The output should be something like this:

* Parsing memspecs/MICRON_1Gb_DDR3-1066_8bit_G.xml
* Analysis start time: Thu Aug  4 15:43:52 2016
* Analyzing the input trace
* Trace Details:

#ACT commands: 96984
#RD + #RDA commands: 67179
#WR + #WRA commands: 29805
#PRE (+ PREA) commands: 96984
#REF commands: 13168
#Active Cycles: 2519793
  #Active Idle Cycles: 196851
  #Active Power-Up Cycles: 0
    #Auto-Refresh Active cycles during Self-Refresh Power-Up: 0
#Precharged Cycles: 52261474
  #Precharged Idle Cycles: 51649629
  #Precharged Power-Up Cycles: 0
    #Auto-Refresh Precharged cycles during Self-Refresh Power-Up: 0
  #Self-Refresh Power-Up Cycles: 0
Total Idle Cycles (Active + Precharged): 51846480
#Power-Downs: 0
  #Active Fast-exit Power-Downs: 0
  #Active Slow-exit Power-Downs: 0
  #Precharged Fast-exit Power-Downs: 0
  #Precharged Slow-exit Power-Downs: 0
#Power-Down Cycles: 0
  #Active Fast-exit Power-Down Cycles: 0
  #Active Slow-exit Power-Down Cycles: 0
    #Auto-Refresh Active cycles during Self-Refresh: 0
  #Precharged Fast-exit Power-Down Cycles: 0
  #Precharged Slow-exit Power-Down Cycles: 0
    #Auto-Refresh Precharged cycles during Self-Refresh: 0
#Auto-Refresh Cycles: 776912
#Self-Refreshes: 0
#Self-Refresh Cycles: 0
----------------------------------------
Total Trace Length (clock cycles): 54781267
----------------------------------------

* Trace Power and Energy Estimates:

ACT Cmd Energy: 109175234.52 pJ
PRE Cmd Energy: 47764165.10 pJ
RD Cmd Energy: 49155365.85 pJ
WR Cmd Energy: 23486116.32 pJRD I/O Energy: 20872124.58 pJ
WR Termination Energy: 47419587.24 pJ
ACT Stdby Energy: 283653996.25 pJ
  Active Idle Energy: 22159587.24 pJ
  Active Power-Up Energy: 0.00 pJ
    Active Stdby Energy during Auto-Refresh cycles in Self-Refresh Power-Up: 0.00 pJ
PRE Stdby Energy: 5147706163.23 pJ
  Precharge Idle Energy: 5087440004.69 pJ
  Precharged Power-Up Energy: 0.00 pJ
    Precharge Stdby Energy during Auto-Refresh cycles in Self-Refresh Power-Up: 0.00 pJ
  Self-Refresh Power-Up Energy: 0.00 pJ
Total Idle Energy (Active + Precharged): 5109599591.93 pJ
Total Power-Down Energy: 0.00 pJ
  Fast-Exit Active Power-Down Energy: 0.00 pJ
  Slow-Exit Active Power-Down Energy: 0.00 pJ
    Slow-Exit Active Power-Down Energy during Auto-Refresh cycles in Self-Refresh: 0.00 pJ
  Fast-Exit Precharged Power-Down Energy: 0.00 pJ
  Slow-Exit Precharged Power-Down Energy: 0.00 pJ
    Slow-Exit Precharged Power-Down Energy during Auto-Refresh cycles in Self-Refresh: 0.00 pJ
Auto-Refresh Energy: 262371782.36 pJ
Self-Refresh Energy: 0.00 pJ
----------------------------------------
Total Trace Energy: 5991604535.46 pJ
Average Power: 58.30 mW
----------------------------------------
* Power Computation End time: Thu Aug  4 15:43:59 2016
* Total Simulation time: 7 seconds
*

As can be noticed, the tool performs DRAM command scheduling and reports the number of activates, precharges, reads, writes, refreshes, power-downs and self-refreshes besides the number of clock cycles spent in the active and precharged states, in the power-down (fast/slow-exit) and self-refresh states and in the idle mode.
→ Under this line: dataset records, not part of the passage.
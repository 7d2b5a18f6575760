package eigencheck.oracle.series;

import eigencheck.oracle.expr.Expression;
import java.util.HashMap;
import java.util.Map;

/**
 * Duhamel's integral of a smooth schedule, I(lambda, t) = int_0^t exp(-lambda (t - s)) f(s) ds, for
 * many decay rates lambda at one time t: on the window t / 2^k, the shortest of that form that covers
 * where the kernel exceeds exp(-40), by 20-point Gauss-Legendre rules on panels with lambda times the
 * panel's width at most 8 and at the density f itself needs (panels doubled until the integral of f^2
 * over [0, t] settles to 1e-14). Values of f are shared by every rate of one window. The quadrature
 * error is estimated on the slowest rate (the widest window) against doubled panels.
 */
final class ScheduleIntegral {
    private static final double WINDOW = 40; // exp(-40) < 4.3e-18
    private static final GaussLegendre RULE = GaussLegendre.of(20);

    private final Expression schedule;

    /** @param schedule f over the single variable t */
    ScheduleIntegral(Expression schedule) {
        this.schedule = schedule;
    }

    /** The integrals at time t > 0; not thread-safe (one per slice under construction). */
    At at(double t) {
        return new At(t);
    }

    final class At {
        private final double t;
        private final double density;
        private final Map<Integer, double[]> windows = new HashMap<>();

        private At(double t) {
            this.t = t;
            int basePanels = 1;
            double previous = squareIntegral(basePanels);
            while (basePanels < 4096) {
                double next = squareIntegral(2 * basePanels);
                basePanels *= 2;
                boolean settled = Math.abs(next - previous) <= 1e-14 * Math.max(next, 1e-300);
                previous = next;
                if (settled) {
                    break;
                }
            }
            this.density = basePanels / t;
        }

        /** I(lambda, t), lambda > 0. */
        double value(double lambda) {
            int k = window(lambda);
            double[] values = windows.get(k);
            if (values == null) {
                values = nodeValues(k, 1);
                windows.put(k, values);
            }
            return integral(lambda, k, 1, values);
        }

        /**
         * |I - I_doubled| / (fMax / lambda) at the slowest rate, plus 1e-14: the quadrature's relative
         * error, applied to every rate.
         */
        double relativeError(double lowest, double fMax) {
            if (!(fMax > 0) || lowest == Double.POSITIVE_INFINITY) {
                return 0;
            }
            int k = window(lowest);
            double coarse = integral(lowest, k, 1, nodeValues(k, 1));
            double fine = integral(lowest, k, 2, nodeValues(k, 2));
            return Math.abs(coarse - fine) / (fMax / lowest) + 1e-14;
        }

        private int window(double lambda) {
            return lambda * t <= WINDOW ? 0 : (int) Math.floor(Math.log(lambda * t / WINDOW) / Math.log(2));
        }

        private int panels(int k, int refine) {
            double width = t / Math.pow(2, k);
            return refine * (int) Math.max(10, Math.ceil(width * density));
        }

        private double[] nodeValues(int k, int refine) {
            double width = t / Math.pow(2, k);
            int panels = panels(k, refine);
            double h = width / panels;
            double a = t - width;
            int n = RULE.nodes.length;
            double[] v = new double[panels * n];
            for (int p = 0; p < panels; p++) {
                double mid = a + (p + 0.5) * h;
                for (int q = 0; q < n; q++) {
                    v[p * n + q] = schedule.value(mid + 0.5 * h * RULE.nodes[q]);
                }
            }
            return v;
        }

        private double integral(double lambda, int k, int refine, double[] values) {
            double width = t / Math.pow(2, k);
            int panels = panels(k, refine);
            double h = width / panels;
            double a = t - width;
            int n = RULE.nodes.length;
            double sum = 0;
            for (int p = 0; p < panels; p++) {
                double mid = a + (p + 0.5) * h;
                for (int q = 0; q < n; q++) {
                    double s = mid + 0.5 * h * RULE.nodes[q];
                    sum += RULE.weights[q] * Math.exp(-lambda * (t - s)) * values[p * n + q];
                }
            }
            return 0.5 * h * sum;
        }

        private double squareIntegral(int panels) {
            double h = t / panels;
            double sum = 0;
            for (int p = 0; p < panels; p++) {
                double mid = (p + 0.5) * h;
                for (int q = 0; q < RULE.nodes.length; q++) {
                    double v = schedule.value(mid + 0.5 * h * RULE.nodes[q]);
                    sum += RULE.weights[q] * v * v;
                }
            }
            return 0.5 * h * sum;
        }
    }
}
It also reports the energy consumption of these components, besides the IO and Termination components in pJ (pico Joules) and the average power consumption of the trace in mW. It also reports the simulation start/end times and the total simulation time in seconds.

9. DRAMPower Library

The DRAMPower tool has an additional feature and can be used as a library. In order to use the library run "make lib", include LibDRAMPower.h in your project and link the file src/libdrampower.a with your project. Examples for the usage of the library are lib_test.cc and window_example.cc.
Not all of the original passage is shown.